SUPPLIED INFORMATION below:

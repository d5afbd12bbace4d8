package maps

import (
	"math"
	"sort"

	"kerrscope/render/pixels"
)

// Scales fixes the colour scales of the maps; zero fields are chosen from
// the frame. Sweeps fix them up front so that animation frames share one
// scale.
type Scales struct {
	GMin     float64 // redshift colours: g from GMin (< 1) to GMax (> 1), log scale on each side of g = 1
	GMax     float64
	IMax     float64 // intensity colour maximum
	IDecades float64 // decades shown on a log intensity scale (default 4)
	RMin     float64 // radius colour range (default: disk edges)
	RMax     float64
	FluxMax  float64 // spectrum plot upper limit (per keV)
	// TMin, TMax: delay colours, in M of t_o − t (raytrace.Timing); the
	// delay map shows t_o − t − TMin. Default: the frame's range.
	TMin, TMax float64
	// GLinear places g linearly on the redshift scale (output.
	// redshift_scale = "linear") instead of the split log scale.
	GLinear bool
}

// AutoScales returns the scales the frame would choose for itself: the
// redshift range and the intensity maximum span the values of the
// pixels that see the disk, or with the scene's scales.percentile p the
// p-th to (100 − p)-th percentile of them by screen area (Percentiles);
// the redshift range always reaches 0.95 and 1.05. A frame without
// redshift (or line) records gets the defaults for g (or intensity).
func AutoScales(f *pixels.Frame) Scales {
	r := f.Res
	sc := Scales{IDecades: 4, RMin: r.Inner, RMax: r.Disk.OuterRadius}
	p := percentileOf(r.Scales)
	sc.GMin, sc.GMax = 1/1.5, 1.5
	gRange, iRange := func() (float64, float64, bool) { return Percentiles(GSamples(nil, f), p) },
		func() (float64, float64, bool) { return Percentiles(IntensitySamples(nil, f), p) }
	if !(p > 0) { // the full ranges: no samples to gather and sort
		gRange, iRange = func() (float64, float64, bool) { return gExtremes(f) }, func() (float64, float64, bool) { return intensityExtremes(f) }
	}
	if lo, hi, ok := gRange(); ok && hi > 0 {
		sc.GMin, sc.GMax = math.Min(0.95, lo), math.Max(1.05, hi)
	}
	if _, hi, ok := iRange(); ok && hi > 0 {
		sc.IMax = hi
	}
	if sc.IMax == 0 {
		sc.IMax = 1
	}
	sc.TMin, sc.TMax = delayRange(f)
	if !(sc.TMax > sc.TMin) {
		sc.TMax = sc.TMin + 1
	}
	return sc
}

// complete reports whether Fill would keep every field of s.
func (s Scales) complete() bool {
	return s.GMax > 1 && s.GMin > 0 && s.GMin < 1 && s.IMax > 0 && s.IDecades > 0 && s.RMin > 0 && s.RMax > s.RMin
}

// Fill completes s where it is zero: first with the scales the frame's
// scene fixes (scene.Scales), then with the frame's own choices
// (AutoScales), each end of a range on its own.
func (s Scales) Fill(f *pixels.Frame) Scales {
	fixed := FromScene(f.Res.Scales)
	for _, q := range []struct{ v, by *float64 }{{&s.GMin, &fixed.GMin}, {&s.GMax, &fixed.GMax}, {&s.IMax, &fixed.IMax},
		{&s.IDecades, &fixed.IDecades}, {&s.RMin, &fixed.RMin}, {&s.RMax, &fixed.RMax}, {&s.FluxMax, &fixed.FluxMax}} {
		if *q.v == 0 {
			*q.v = *q.by
		}
	}
	s.GLinear = s.GLinear || f.Res.Output.RedshiftScale == "linear"
	if s.complete() {
		return s
	}
	auto := AutoScales(f)
	if !(s.GMin > 0 && s.GMin < 1) {
		s.GMin = auto.GMin
	}
	if !(s.GMax > 1) {
		s.GMax = auto.GMax
	}
	if s.IMax <= 0 {
		s.IMax = auto.IMax
	}
	if s.IDecades <= 0 {
		s.IDecades = auto.IDecades
	}
	if !(s.RMin > 0) {
		s.RMin = auto.RMin
	}
	if !(s.RMax > 0) {
		s.RMax = auto.RMax
	}
	if !(s.RMax > s.RMin) {
		s.RMin, s.RMax = auto.RMin, auto.RMax
	}
	if !(s.TMax > s.TMin) {
		s.TMin, s.TMax = auto.TMin, auto.TMax
	}
	return s
}

// GPosition places g on the diverging colour scale, g = 1 at the centre
// (NaN stays NaN). The split scale (the default) takes log g separately
// on each side, so that GMin and GMax reach the two ends: equal steps of
// the colours are equal ratios of g, but the two halves have different
// stretches (for g from 0.17 to 1.24 the redshift side covers a factor
// 6 and the blueshift side a factor 1.24 on the same length). The linear
// scale (GLinear) is linear in g with the same stretch on both sides, the
// ends at 1 ∓ D for the larger distance D of GMin and GMax from 1: the
// side nearer 1 does not reach its end of the colours.
func (s Scales) GPosition(g float64) float64 {
	return s.gPositioner()(g)
}

// gLinearSpan is D of the linear scale.
func (s Scales) gLinearSpan() float64 {
	return math.Max(1-s.GMin, s.GMax-1)
}

// gPositioner returns GPosition with the logarithms of GMin and GMax
// taken once: the same values, for per-pixel use.
func (s Scales) gPositioner() func(g float64) float64 {
	if s.GLinear {
		d := s.gLinearSpan()
		return func(g float64) float64 {
			if math.IsNaN(g) {
				return g
			}
			return math.Max(0, math.Min(1, 0.5+0.5*(g-1)/d))
		}
	}
	lmin, lmax := math.Log(s.GMin), math.Log(s.GMax)
	return func(g float64) float64 {
		if g < 1 {
			return math.Max(0, 0.5*(1-math.Log(g)/lmin))
		}
		return math.Min(1, 0.5*(1+math.Log(g)/lmax))
	}
}

// niceRatios returns tick values of g between GMin and GMax, at least
// 0.07 apart on the colour bar, always including g = 1; none unless
// 0 < GMin < 1 < GMax, both finite. It tries a fixed list of candidates.
func niceRatios(sc Scales) []float64 {
	if !(sc.GMin > 0 && sc.GMin < 1 && sc.GMax > 1 && !math.IsInf(sc.GMax, 0)) {
		return nil
	}
	cands := []float64{1, 0.5, 2, 0.2, 5, 0.1, 10, 0.05, 0.02, 0.01, 0.005, 0.3, 3, 0.7, 1.5, 0.4, 0.6, 0.8, 1.2, 1.1, 1.3, 4, 0.9, 1.4, 1.05, 0.95}
	var out []float64
	for _, g := range cands {
		if g < sc.GMin*0.999 || g > sc.GMax*1.001 {
			continue
		}
		t := sc.GPosition(g)
		ok := true
		for _, h := range out {
			ok = ok && math.Abs(sc.GPosition(h)-t) >= 0.07
		}
		if ok {
			out = append(out, g)
		}
	}
	sort.Float64s(out)
	return out
}

// maxTickDecades bounds the decades a colour-bar tick loop visits: every
// positive finite float64 lies within 10^-324 … 10^309.
const maxTickDecades = 640

// decadeRange returns the decades of lo and hi, ok only for
// 0 < lo ≤ hi < ∞.
func decadeRange(lo, hi float64) (dlo, dhi float64, ok bool) {
	if !(lo > 0 && hi >= lo) || math.IsInf(hi, 0) {
		return 0, 0, false
	}
	return math.Log10(lo), math.Log10(hi), true
}

// decadeTicks returns the powers of ten within [lo, hi]; none unless
// 0 < lo ≤ hi < ∞.
func decadeTicks(lo, hi float64) []float64 {
	llo, lhi, ok := decadeRange(lo, hi)
	if !ok {
		return nil
	}
	var out []float64
	d := math.Ceil(llo)
	for i := 0; i < maxTickDecades && d <= math.Floor(lhi); i++ {
		out = append(out, math.Pow(10, d))
		d++
	}
	return out
}

// logTicks returns lo, the 1-2-5 values within [lo, hi] and hi; none
// unless 0 < lo ≤ hi < ∞.
func logTicks(lo, hi float64) []float64 {
	llo, lhi, ok := decadeRange(lo, hi)
	if !ok {
		return nil
	}
	var out []float64
	d := math.Floor(llo)
	for i := 0; i < maxTickDecades && d <= math.Ceil(lhi); i++ {
		for _, m := range []float64{1, 2, 5} {
			if v := m * math.Pow(10, d); v >= lo && v <= hi {
				out = append(out, v)
			}
		}
		d++
	}
	return append([]float64{lo}, append(out, hi)...)
}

End of SUPPLIED INFORMATION.

[TRY IT]: All lines from the beginning of the entries through the line marked "if lo, hi, ok" are to be output exactly; nothing else belongs in the answer.

[EXERCISE ANSWER]:
repository d5afbd12bbace4d8
package maps

import (
	"math"
	"sort"

	"kerrscope/render/pixels"
)

// Scales fixes the colour scales of the maps; zero fields are chosen from
// the frame. Sweeps fix them up front so that animation frames share one
// scale.
type Scales struct {
	GMin     float64 // redshift colours: g from GMin (< 1) to GMax (> 1), log scale on each side of g = 1
	GMax     float64
	IMax     float64 // intensity colour maximum
	IDecades float64 // decades shown on a log intensity scale (default 4)
	RMin     float64 // radius colour range (default: disk edges)
	RMax     float64
	FluxMax  float64 // spectrum plot upper limit (per keV)
	// TMin, TMax: delay colours, in M of t_o − t (raytrace.Timing); the
	// delay map shows t_o − t − TMin. Default: the frame's range.
	TMin, TMax float64
	// GLinear places g linearly on the redshift scale (output.
	// redshift_scale = "linear") instead of the split log scale.
	GLinear bool
}

// AutoScales returns the scales the frame would choose for itself: the
// redshift range and the intensity maximum span the values of the
// pixels that see the disk, or with the scene's scales.percentile p the
// p-th to (100 − p)-th percentile of them by screen area (Percentiles);
// the redshift range always reaches 0.95 and 1.05. A frame without
// redshift (or line) records gets the defaults for g (or intensity).
func AutoScales(f *pixels.Frame) Scales {
	r := f.Res
	sc := Scales{IDecades: 4, RMin: r.Inner, RMax: r.Disk.OuterRadius}
	p := percentileOf(r.Scales)
	sc.GMin, sc.GMax = 1/1.5, 1.5
	gRange, iRange := func() (float64, float64, bool) { return Percentiles(GSamples(nil, f), p) },
		func() (float64, float64, bool) { return Percentiles(IntensitySamples(nil, f), p) }
	if !(p > 0) { // the full ranges: no samples to gather and sort
		gRange, iRange = func() (float64, float64, bool) { return gExtremes(f) }, func() (float64, float64, bool) { return intensityExtremes(f) }
	}
	if lo, hi, ok := gRange(); ok && hi > 0 {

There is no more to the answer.